Well, I like it, Jared. Okay. Okay. Well, I'm not kidding. But so I really appreciate that our auditor took the time to come and explain that. I think that it's something that depending on your each commissioner's familiarity with ranked choice voting, it was easy to just imagine unicorns and rainbows instead of what it would look like in implementation. So, I liked that example. And I guess I'm curious what questions are there because I think I've been really surprised and delighted by the thought that people have put into our deliberations on this one.
Good. Thoughts, discussion from the commissioners?
Demi? Just want to, offer the thought that I I love this absolutely for charter review. I think maybe we should discuss this along with the additional proposal kind of at the same time since they're related. So, Chair, I don't know if you would be, open to entertaining both of those questions, not necessarily voting on them both the same. I do think they should be separate amendment proposals, but because they're the same concept
Sure.
So I wanna offer my comments on both of those proposals. I think charter review, I I think that is very, very clear, cut and dry. It it did not work for the public. We had so many folks who just did not feel that they were represented in the way that the votes were cast and counted for charter review positions before. I think we absolutely should move forward with considering this for, the next round. That gives plenty of time for educational processes,
which
I think is really important, and the most important thing is going to be the educational processes for the public. Or, with regard to the additional amendment, I think that the most powerful argument is that the people should get to choose their election method. For the sake of transparency, for the sake of respecting the public, I I believe fully that the people have a right to choose the way they elect their leadership, and I I know that that would be complex. I'm not sure that the public would, that this concept transfers across the public sphere so cleanly as might with the charter review because of the nature of these specific positions. But I think that people have a right to choose how they elect. Thank you.

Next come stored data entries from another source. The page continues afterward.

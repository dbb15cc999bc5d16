/** The audit as tables (for people) or Markdown (for a report or a ticket). */
import type { AuditReport, LobbyAudit, SweepReport } from '../audit/audit-schema.js';
import { PLAYER_ALIGN, PLAYER_HEAD, playerCells } from './render-balance.js';
import { compactTable } from './table.js';
import { fixed } from './output.js';

type Style = 'table' | 'markdown';

function grid(head: string[], rows: string[][], style: Style, align: ('left' | 'right')[]): string {
  if (style === 'markdown') {
    const line = (cells: string[]) => `| ${cells.map((cell) => cell.replace(/\|/g, '\\|')).join(' | ')} |`;
    return [line(head), `|${align.map((side) => (side === 'right' ? '---:' : ':---')).join('|')}|`, ...rows.map(line)].join('\n');
  }
  const table = compactTable(head, align);
  table.push(...rows);
  return table.toString();
}

function playerRows(audit: LobbyAudit): string[][] {
  return audit.players.map((player) => [...playerCells(player), player.spike_gain === null ? '-' : fixed(player.spike_gain)]);
}

function renderLobby(audit: LobbyAudit, style: Style): string {
  const heading = style === 'markdown' ? `### ${audit.match_id} — ${audit.verdict.toUpperCase()}` : `${audit.match_id} (${audit.source}): ${audit.verdict.toUpperCase()}`;
  const parts = [heading];
  if (audit.figures !== null) {
    parts.push(grid([...PLAYER_HEAD, 'spike gain'], playerRows(audit), style, [...PLAYER_ALIGN, 'right']));
    const figures = audit.figures;
    parts.push(
      [
        `target P(hit) ${fixed(audit.target)}`,
        `largest gap ${fixed(figures.largest_gap_before)} -> ${fixed(figures.largest_gap_after)}`,
        `Jain's index ${fixed(figures.jain_before, 4)} -> ${fixed(figures.jain_after, 4)}`,
        figures.team_gap_before === null ? null : `team gap ${fixed(figures.team_gap_before)} -> ${fixed(figures.team_gap_after)}`,
        `worst equal-skill duel off even odds ${fixed(figures.worst_duel_deviation_before)} -> ${fixed(figures.worst_duel_deviation_after)}`,
        `exploit gain: spikes ${fixed(figures.worst_spike_gain)}, uniform shift ${fixed(figures.worst_shift_gain)}`,
        figures.worst_gap_without_step === null ? null : `rounding: one step moves a player up to ${fixed(figures.step_gain)}, largest overtake ${fixed(figures.largest_overtake)}, worst gap without the step ${fixed(figures.worst_gap_without_step)}`,
      ]
        .filter((part) => part !== null)
        .join('; '),
    );
  }
  if (audit.reasons.length > 0) parts.push(audit.reasons.map((entry) => `${style === 'markdown' ? '-' : '  fail:'} ${entry.message}`).join('\n'));
  return parts.join(style === 'markdown' ? '\n\n' : '\n');
}

export function renderAudit(report: AuditReport, style: Style): string {
  const summary = report.summary;
  const ranking = grid(
    ['lobby', 'verdict', 'worst gap', 'reasons'],
    summary.worst_first.map((entry) => [entry.match_id, entry.verdict, fixed(entry.worst_gap), String(entry.reasons)]),
    style,
    ['left', 'left', 'right', 'right'],
  );
  const binding = Object.entries(summary.binding_counts)
    .filter(([name, count]) => name !== 'none' && count > 0)
    .sort((left, right) => right[1] - left[1])
    .map(([name, count]) => `${name} ${count}`)
    .join(', ');
  const failing = Object.entries(summary.failing_rules)
    .filter(([, count]) => count > 0)
    .sort((left, right) => right[1] - left[1])
    .map(([name, count]) => `${name} ${count}`)
    .join(', ');
  const summaryText = [
    style === 'markdown' ? '## Summary' : 'Summary',
    `${summary.passed} of ${summary.lobbies} lobbies pass.`,
    ranking,
    `Binding constraints (players): ${binding === '' ? 'none' : binding}; binds most often: ${summary.most_binding ?? 'none'}.`,
    `Failing rules (lobbies): ${failing === '' ? 'none' : failing}.`,
    `Caution: ${report.caution}`,
  ].join(style === 'markdown' ? '\n\n' : '\n');
  const lobbies = report.lobbies.map((audit) => renderLobby(audit, style)).join('\n\n');
  return `${style === 'markdown' ? '# Audit\n\n' : ''}${lobbies}\n\n${summaryText}`;
}

export function renderSweep(report: SweepReport, style: Style): string {
  const rows = report.rows.map((row) => [
    String(row.value),
    row.valid ? `${row.passed}/${row.lobbies}` : 'refused',
    row.share_passing === null ? '-' : `${(100 * row.share_passing).toFixed(0)}%`,
    fixed(row.worst_gap),
    row.issues.join('; '),
  ]);
  return `Sweep of ${report.rule}\n${grid([report.rule, 'pass', 'share', 'worst gap', 'note'], rows, style, ['right', 'right', 'right', 'right', 'left'])}`;
}
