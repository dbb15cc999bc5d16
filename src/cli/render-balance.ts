/** The balance result as tables for people. */
import Table from 'cli-table3';
import type { BalanceResult } from '../solver/balance-lobby.js';
import { fixed } from './output.js';

const PLAIN = { head: [] as string[], border: [] as string[] };
/** Box lines without a rule between body rows. */
export const COMPACT_CHARS = { mid: '', 'left-mid': '', 'mid-mid': '', 'right-mid': '' };

export const CAUTION =
  'Caution: compensation changes competitive outcomes. Disclose it to the players, measure latency on the server (never trust the client), and defer to the league\'s own rules and officials.';

export function renderBalance(result: BalanceResult): string {
  if (result.status === 'rejected') {
    return `${result.match_id}: rejected\n${result.issues.map((issue) => `  ${issue.location}: ${issue.message}`).join('\n')}`;
  }
  const table = new Table({
    head: ['player', 'team', 'latency ms', 'scale', 'P(hit) before', 'P(hit) after', 'gap to target', 'held by'],
    style: PLAIN,
    chars: COMPACT_CHARS,
    colAligns: ['left', 'left', 'right', 'right', 'right', 'right', 'right', 'left'],
  });
  for (const player of result.players) {
    table.push([
      player.id,
      player.team ?? '-',
      player.latency_estimate_ms.toFixed(1),
      player.eligible ? player.scale.toFixed(3) : '-',
      fixed(player.expected_before),
      player.eligible ? fixed(player.expected_after) : '-',
      player.eligible ? fixed(player.gap_to_target) : '-',
      player.binding,
    ]);
  }
  const summary = result.summary;
  const lines = [
    `${result.match_id} (${result.attribute}, difficulty ${String(result.difficulty)}): ${result.status}`,
    table.toString(),
    `target P(hit) ${fixed(result.target)}; largest gap ${fixed(summary.largest_gap_before)} -> ${fixed(summary.largest_gap_after)}; Jain's index ${fixed(summary.jain_before, 4)} -> ${fixed(summary.jain_after, 4)}` +
      (summary.team_gap_before === null ? '' : `; team gap ${fixed(summary.team_gap_before)} -> ${fixed(summary.team_gap_after)}`),
  ];
  return lines.join('\n');
}
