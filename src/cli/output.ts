/** Where the CLI's words go: results to stdout, issues and warnings to stderr. */
import { type Issue, formatIssue } from '../issues.js';
import { escapeControlCharacters } from '../formats/control-characters.js';

export const EXIT_OK = 0;
export const EXIT_FAILED_CHECK = 1;
export const EXIT_BAD_INPUT = 2;

/** Colour only on a terminal and never when NO_COLOR is set (https://no-color.org). */
export function useColour(stream: NodeJS.WriteStream): boolean {
  return Boolean(stream.isTTY) && (process.env.NO_COLOR === undefined || process.env.NO_COLOR === '');
}

export function reportIssues(issues: readonly Issue[]): void {
  for (const issue of issues) process.stderr.write(`${escapeControlCharacters(formatIssue(issue))}\n`);
}

/** Results to stdout, control characters from the input escaped (formats/control-characters.ts). */
export function writeOut(text: string): void {
  const safe = escapeControlCharacters(text);
  process.stdout.write(safe.endsWith('\n') ? safe : `${safe}\n`);
}

/** Round for display; JSON output keeps full precision. */
export function fixed(value: number | null | undefined, digits = 3): string {
  if (value === null || value === undefined) return '-';
  // No "-0.000": a value that rounds to zero shows as zero.
  const text = value.toFixed(digits);
  return Number(text) === 0 ? (0).toFixed(digits) : text;
}
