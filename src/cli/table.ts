/** The CLI's one table style: no colour codes, box lines without a rule between body rows. */
import Table from 'cli-table3';

/** Box lines without a rule between body rows. */
export const COMPACT_CHARS = { mid: '', 'left-mid': '', 'mid-mid': '', 'right-mid': '' };

export type Alignment = 'left' | 'right';

/** A plain compact table with these column heads and alignments. */
export function compactTable(head: readonly string[], alignments: readonly Alignment[]): Table.Table {
  return new Table({ head: [...head], style: { head: [], border: [] }, chars: COMPACT_CHARS, colAligns: [...alignments] });
}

Commissioner Dodd, I'm gonna I'm gonna move your proposal 12 up. So why don't you intro that, and then let's let's see if we can mix these, this discussion up and
Janelle has her hand up.
Come something out. Janelle, go ahead.
Thank you. My question, if I heard correctly that if it was just charter review as ranked choice voting, that would be mailed out as a separate ballot. Do we know approximately how much mailing a single ballot cost and, like, how much more the second ballot would cost?
Garth left.
Okay. We can raise
those that it's a second piece of paper in that same envelope.
Ballot. So I
don't think that would make the postage go up too much. And, hopefully, they get better rates than we do.
Yeah. I'm not sure. I'm not sure. I our thoughts are, Janelle, is that it's just two different pieces of paper in the same envelope, the same in the same mail out.
Right after that.
Okay. Mister Dodd, why don't you why don't you, talk about your proposal 12 real quick?
Yeah. So I sponsored a proposal from mister Bidstrup who spoke earlier. So he submitted it, and I saw it and said, yes. I like it. And brought it forward for discussion.
And it basically I mean, the title's really clear, but to use ranked choice voting for county level elected offices. I appreciated the context in mister Bidstrup's public comment that we have seen a lot of just lack of changeover in county council districts, for example. I think the example that speaks the most to me is we've talked a lot about how voters don't usually identify as one party or another. And I think there's been specific contests where it's like, especially in a primary, I wanna vote for a candidate who maybe I also feel doesn't have a great chance of advancing. So in this ranked choice voting environment, I could make that candidate my first choice.
But then if they don't get enough support, I can still vote for my second choice, and that vote will still matter. I think that that is a lot less disenfranchising than, oh, well, your candidate got 48%, and that's it. Have a good day. So I like that idea of getting to kind of say, like, this is my first choice, but I would also be okay with this person or that person. And I really like, as someone who has run for office, just nicer, more cordial elections. Like, I think that we could use a lot of that, and I think that it would be great to have our county offices be that example for everyone else who's running in local elections across the county.
Any pros or con discussions? Go ahead, Patrick.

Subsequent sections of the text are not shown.